A fundamental shift should have taken place in 2008. Russia invaded neighboring Georgia for contemplating NATO ascension and EU integration, freezing two ethnically Russian-dominated regions in a perpetual insurgency. The EU’s reaction was to spurn an impending Association Agreement, a punishment Putin scoffed at (ring any bells?).This rebalance would have moved the West away from an overdependence on soft-power programs as tools of Russian containment, towards more rigid strategies, like those now in place. Instead, Europe has leaned on third party groups like the Organization for Cooperation and Security in Europe (OSCE), designed to counter and contain small-scale ethnic and nationalistic conflicts on the continent. While the OSCE’s list of accomplishments is impressive, it is woefully unsuited for the kind of war Russia is fighting in Ukraine. The OSCE’s capacity to complete its primary mission, broadly defined as peacekeeping, is based on its perception as a neutral arbiter. In 2002, Russian Foreign Minister Igor Ivanov wrote that the OSCE was a Western instrument of, “forced democratization,” and Moscow’s stance has been consistent. OSCE drones can’t even fly over the conflict zone in eastern Ukraine, they’re just shot down by the rebels. Other efforts at democracy promotion through USAID, State and related groups are being actively countered by Russian propaganda at a massive scale. If European and American leaders are convinced that soft-power initiatives are failing, a return to Cold War era relations appears inevitable. But a reversion to containment, initially developed by George Kennan’s, The Sources of Soviet Conduct in 1947 and developed over four decades of miscommunication and bitterness, reflects only a piece of the best path forward as the West rebalances its stance towards Russia.

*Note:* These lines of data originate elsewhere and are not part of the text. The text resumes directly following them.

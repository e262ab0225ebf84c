import { describe, expect, it } from 'vitest';
import { Pipeline, type FrameSubmission } from '../pipeline.js';
import type { PipelineEvent, QueueSettings, SolveBackend, SolveOutput, SolveTask, StreamDeclaration } from '../types.js';

// The orchestration checked against its contract (pipeline/pipeline.ts): per-stream order, one
// frame in flight per stream, streams in parallel, the declared queue policies, and the
// accounting rule that every submitted frame is refused, dropped (and announced) or published.

/** A solve backend the test releases by hand, recording what ran concurrently. */
class GatedBackend implements SolveBackend {
  readonly pending: Array<{ task: SolveTask; resolve: (o: SolveOutput) => void; reject: (e: unknown) => void }> = [];
  running = 0;
  maxRunning = 0;
  readonly maxPerStream = new Map<string, number>();
  private readonly perStream = new Map<string, number>();

  solve(task: SolveTask): Promise<SolveOutput> {
    this.running++;
    this.maxRunning = Math.max(this.maxRunning, this.running);
    const n = (this.perStream.get(task.stream) ?? 0) + 1;
    this.perStream.set(task.stream, n);
    this.maxPerStream.set(task.stream, Math.max(this.maxPerStream.get(task.stream) ?? 0, n));
    return new Promise((resolve, reject) => {
      const done = () => {
        this.running--;
        this.perStream.set(task.stream, this.perStream.get(task.stream)! - 1);
      };
      this.pending.push({
        task,
        resolve: (o) => (done(), resolve(o)),
        reject: (e) => (done(), reject(e)),
      });
    });
  }

  /** Settle every pending task (successfully unless `fail` says otherwise), until none remain. */
  async releaseAll(fail: (t: SolveTask) => boolean = () => false): Promise<void> {
    for (let guard = 0; guard < 1000; guard++) {
      await flush();
      const batch = this.pending.splice(0);
      if (batch.length === 0) return;
      for (const p of batch) (fail(p.task) ? p.reject(new Error('boom')) : p.resolve(solved(p.task)));
    }
  }
}

function solved(task: SolveTask): SolveOutput {
  return {
    evidence: {
      relative_residual: task.y[0]!, residual: 0, iterations: 3, certificate_kind: 'duality_gap', certificate: 0,
      converged: true, support_size: 1, added: 0, removed: 0, recoverability: 'safe', solve_ms: 0,
    },
    coldStart: false,
    hitIterationCap: false,
    indices: new Uint32Array([0]),
    values: new Float64Array([task.y[0]!, 0]),
    y: task.y,
  };
}

const flush = () => new Promise((r) => setImmediate(r));

function declaration(name: string, queue: QueueSettings, alerts: StreamDeclaration['alerts'] = []): StreamDeclaration {
  return { name, operator: {}, solver: {}, alerts, queue };
}

function frame(stream: string, seq: number, first = 0.001): FrameSubmission {
  const bytes = new Uint8Array(16);
  new DataView(bytes.buffer).setFloat64(0, first, true);
  return { stream, seq, time: seq, yBytes: bytes, receivedAt: performance.now() };
}

function setup(streams: StreamDeclaration[]) {
  const backend = new GatedBackend();
  const pipeline = new Pipeline({ backend });
  const events: PipelineEvent[] = [];
  pipeline.events.subscribe((e) => events.push(e));
  for (const d of streams) pipeline.addStream(d, { rows: 1, cols: 4, family: 'test' });
  return { backend, pipeline, events };
}

/** Results and missed notices of one stream in the order subscribers would see them. */
function announced(events: PipelineEvent[], stream: string): string[] {
  return events.flatMap((e) => {
    if (e.kind === 'result' && e.result.stream === stream) return [`r${e.result.seq}`];
    if (e.kind === 'missed' && e.missed.stream === stream) return [`m${e.missed.fromSeq}-${e.missed.toSeq}x${e.missed.count}`];
    return [];
  });
}

describe('Pipeline', () => {
  it('solves each stream in order with one frame in flight, streams in parallel', async () => {
    const q: QueueSettings = { capacity: 100, policy: 'refuse_new' };
    const { backend, pipeline, events } = setup([declaration('a', q), declaration('b', q)]);
    for (let seq = 0; seq < 20; seq++) {
      expect(pipeline.ingest(frame('a', seq))).toEqual({ accepted: true });
      expect(pipeline.ingest(frame('b', seq))).toEqual({ accepted: true });
    }
    await backend.releaseAll();
    await pipeline.whenIdle();
    expect(announced(events, 'a')).toEqual(Array.from({ length: 20 }, (_, i) => `r${i}`));
    expect(announced(events, 'b')).toEqual(Array.from({ length: 20 }, (_, i) => `r${i}`));
    expect(backend.maxPerStream.get('a')).toBe(1);
    expect(backend.maxRunning).toBe(2);
  });

  it('refuse_new refuses frames beyond the queue and does not consume their sequence numbers', async () => {
    const { backend, pipeline, events } = setup([declaration('a', { capacity: 2, policy: 'refuse_new' })]);
    const verdicts = [0, 1, 2, 3].map((s) => pipeline.ingest(frame('a', s)));
    // 0 is taken by the solver at once, 1 and 2 wait, 3 finds the queue full.
    expect(verdicts.map((v) => (v.accepted ? 'ok' : v.reason))).toEqual(['ok', 'ok', 'ok', 'queue_full']);
    await backend.releaseAll();
    expect(pipeline.ingest(frame('a', 3))).toEqual({ accepted: true });
    await backend.releaseAll();
    expect(announced(events, 'a')).toEqual(['r0', 'r1', 'r2', 'r3']);
  });

  it('drop_oldest announces the dropped range before the next result, in sequence order', async () => {
    const { backend, pipeline, events } = setup([declaration('a', { capacity: 2, policy: 'drop_oldest' })]);
    for (let s = 0; s < 6; s++) pipeline.ingest(frame('a', s)); // 0 solving; 1,2,3 displaced; 4,5 wait
    const drops = events.filter((e) => e.kind === 'dropped').map((e) => (e.kind === 'dropped' ? e.seq : -1));
    expect(drops).toEqual([1, 2, 3]);
    await backend.releaseAll();
    expect(announced(events, 'a')).toEqual(['r0', 'm1-3x3', 'r4', 'r5']);
    const r4 = events.find((e) => e.kind === 'result' && e.result.seq === 4);
    expect(r4?.kind === 'result' && r4.result.flags).toContain('frames_dropped_before');
  });

  it('keep_latest replaces everything waiting with the newest frame', async () => {
    const { backend, pipeline, events } = setup([declaration('a', { capacity: 3, policy: 'keep_latest' })]);
    for (let s = 0; s < 8; s++) pipeline.ingest(frame('a', s)); // 0 solving; 1..3 wait; 4 displaces 1..3; 5,6 wait; 7 displaces 4..6
    await backend.releaseAll();
    expect(announced(events, 'a')).toEqual(['r0', 'm1-6x6', 'r7']);
  });

  it('flags gaps, refuses duplicates and late frames', async () => {
    const { backend, pipeline, events } = setup([declaration('a', { capacity: 10, policy: 'refuse_new' })]);
    const outcome = [0, 1, 4, 4, 2, 5].map((s) => {
      const v = pipeline.ingest(frame('a', s));
      return v.accepted ? 'ok' : v.reason;
    });
    expect(outcome).toEqual(['ok', 'ok', 'ok', 'duplicate', 'out_of_order', 'ok']);
    await backend.releaseAll();
    const flagsOf = (seq: number) => events.flatMap((e) => (e.kind === 'result' && e.result.seq === seq ? e.result.flags : []));
    expect(flagsOf(4)).toEqual(['sequence_gap']);
    expect(flagsOf(5)).toEqual([]);
  });

  it('drops a frame whose solve fails, announces it, and carries on', async () => {
    const errors: number[] = [];
    const backend = new GatedBackend();
    const pipeline = new Pipeline({ backend, onSolveError: (_s, seq) => errors.push(seq) });
    const events: PipelineEvent[] = [];
    pipeline.events.subscribe((e) => events.push(e));
    pipeline.addStream(declaration('a', { capacity: 10, policy: 'refuse_new' }), { rows: 1, cols: 4, family: 'test' });
    for (let s = 0; s < 4; s++) pipeline.ingest(frame('a', s));
    await backend.releaseAll((t) => t.seq === 1);
    expect(errors).toEqual([1]);
    expect(announced(events, 'a')).toEqual(['r0', 'm1-1x1', 'r2', 'r3']);
    expect(events.find((e) => e.kind === 'missed')).toMatchObject({ missed: { reason: 'solver_failed' } });
  });

  it('raises and clears alerts from the published evidence', async () => {
    const rule = { metric: 'relative_residual' as const, above: 0.5, clear_below: 0.1, k: 2, of: 3 };
    const { backend, pipeline, events } = setup([declaration('a', { capacity: 100, policy: 'refuse_new' }, [rule])]);
    const residuals = [0.01, 0.9, 0.9, 0.9, 0.01, 0.01, 0.01];
    residuals.forEach((r, s) => pipeline.ingest(frame('a', s, r)));
    await backend.releaseAll();
    const alerts = events.flatMap((e) => (e.kind === 'alert' ? [[e.alert.seq, e.alert.state]] : []));
    expect(alerts).toEqual([
      [2, 'raised'],
      [5, 'cleared'],
    ]);
  });

  it('closing finishes the accepted frames, then refuses and removes the stream', async () => {
    const { backend, pipeline, events } = setup([declaration('a', { capacity: 10, policy: 'refuse_new' })]);
    for (let s = 0; s < 3; s++) pipeline.ingest(frame('a', s));
    const closed = pipeline.closeStream('a');
    expect(pipeline.ingest(frame('a', 3))).toMatchObject({ accepted: false, reason: 'stream_closing' });
    await backend.releaseAll();
    await closed;
    expect(announced(events, 'a')).toEqual(['r0', 'r1', 'r2']);
    expect(events[events.length - 1]).toEqual({ kind: 'stream_closed', stream: 'a' });
    expect(pipeline.has('a')).toBe(false);
    expect(pipeline.ingest(frame('a', 4))).toMatchObject({ accepted: false, reason: 'unknown_stream' });
  });

  it('a graceful stop refuses new frames and drops what still waits after the grace period', async () => {
    const { backend, pipeline, events } = setup([declaration('a', { capacity: 10, policy: 'refuse_new' })]);
    for (let s = 0; s < 4; s++) pipeline.ingest(frame('a', s));
    const stopped = pipeline.drainAll(20);
    expect(pipeline.ingest(frame('a', 4))).toMatchObject({ accepted: false, reason: 'shutting_down' });
    await stopped; // frame 0 still being solved; 1..3 dropped
    await backend.releaseAll();
    await pipeline.whenIdle();
    expect(announced(events, 'a')).toEqual(['r0', 'm1-3x3']);
    expect(events.find((e) => e.kind === 'missed')).toMatchObject({ missed: { reason: 'shutdown' } });
  });

  it('accounts for every submitted frame under a random mix of policies and faults', async () => {
    // Property: received = refused + dropped + solved, per stream, and every dropped seq is
    // inside exactly one announced missed range.
    const policies: QueueSettings['policy'][] = ['refuse_new', 'drop_oldest', 'keep_latest'];
    const { backend, pipeline, events } = setup(policies.map((p) => declaration(p, { capacity: 3, policy: p })));
    let seed = 12345;
    const rand = () => ((seed = (seed * 1103515245 + 12345) % 2 ** 31) / 2 ** 31);
    let refused = 0;
    const nextSeq = new Map(policies.map((p) => [p, 0]));
    for (let i = 0; i < 600; i++) {
      const p = policies[Math.floor(rand() * 3)]!;
      const seq = nextSeq.get(p)! + (rand() < 0.1 ? -1 : rand() < 0.1 ? 2 : 0);
      nextSeq.set(p, Math.max(seq + 1, nextSeq.get(p)!));
      if (!pipeline.ingest(frame(p, Math.max(0, seq))).accepted) refused++;
      if (rand() < 0.3) await backend.releaseAll((t) => t.seq % 17 === 0);
    }
    await backend.releaseAll((t) => t.seq % 17 === 0);
    await pipeline.whenIdle();
    let received = 0, accountedRefused = 0;
    for (const p of policies) {
      const st = pipeline.status(p)!;
      expect(st.counts.received).toBe(st.counts.refused + st.counts.dropped + st.counts.solved);
      received += st.counts.received;
      accountedRefused += st.counts.refused;
      const dropped = events.flatMap((e) => (e.kind === 'dropped' && e.stream === p ? [e.seq] : []));
      const ranges = events.flatMap((e) => (e.kind === 'missed' && e.missed.stream === p ? [e.missed] : []));
      expect(ranges.reduce((n, r) => n + r.count, 0)).toBe(dropped.length);
      for (const s of dropped) expect(ranges.filter((r) => s >= r.fromSeq && s <= r.toSeq)).toHaveLength(1);
      const results = events.flatMap((e) => (e.kind === 'result' && e.result.stream === p ? [e.result.seq] : []));
      expect(results).toEqual([...results].sort((x, y) => x - y));
    }
    expect(received).toBe(600);
    expect(accountedRefused).toBe(refused);
  });
});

It is important to remember that while yes, Russia is a Great Power, she does not represent the same scale, or even type of threat posed by the Soviet Union in 1947. Kennan’s policy of containment reflected the real and imminent threat posed by the ideological spread of socialism, as well as the hard-power realities that existed in the post-War, bi-polar system. Today, Russia’s military is weak; it has embraced market capitalism, and its capacity to install friendly governments in far-away lands has been more or less eliminated. However reminiscent of Prague 1968 or Budapest 1956 the current conflict in Ukraine appears to be, the West’s response must be measured against the actual, not imagined threat Russia now represents. The Motherland suffers from “superpower phantom pains,” but her degraded swagger on the world-stage has not shifted her leaders’ historic tendency towards maintaining a sphere of influence in the near-abroad (whatever his or her reason is). Carnegie Europe analyst Ulrich Speck sums up the dilemma neatly, highlighting two principles, “[Russia] must accept that the global order rests on the notion of territorial integrity and sovereignty and that smaller countries have fundamental rights as well. The alternative to integrating into this order is permanent conflict, which would damage Russia much more than it can damage the West.” Putin just needs to be convinced that history has already proven Mr. Speck right.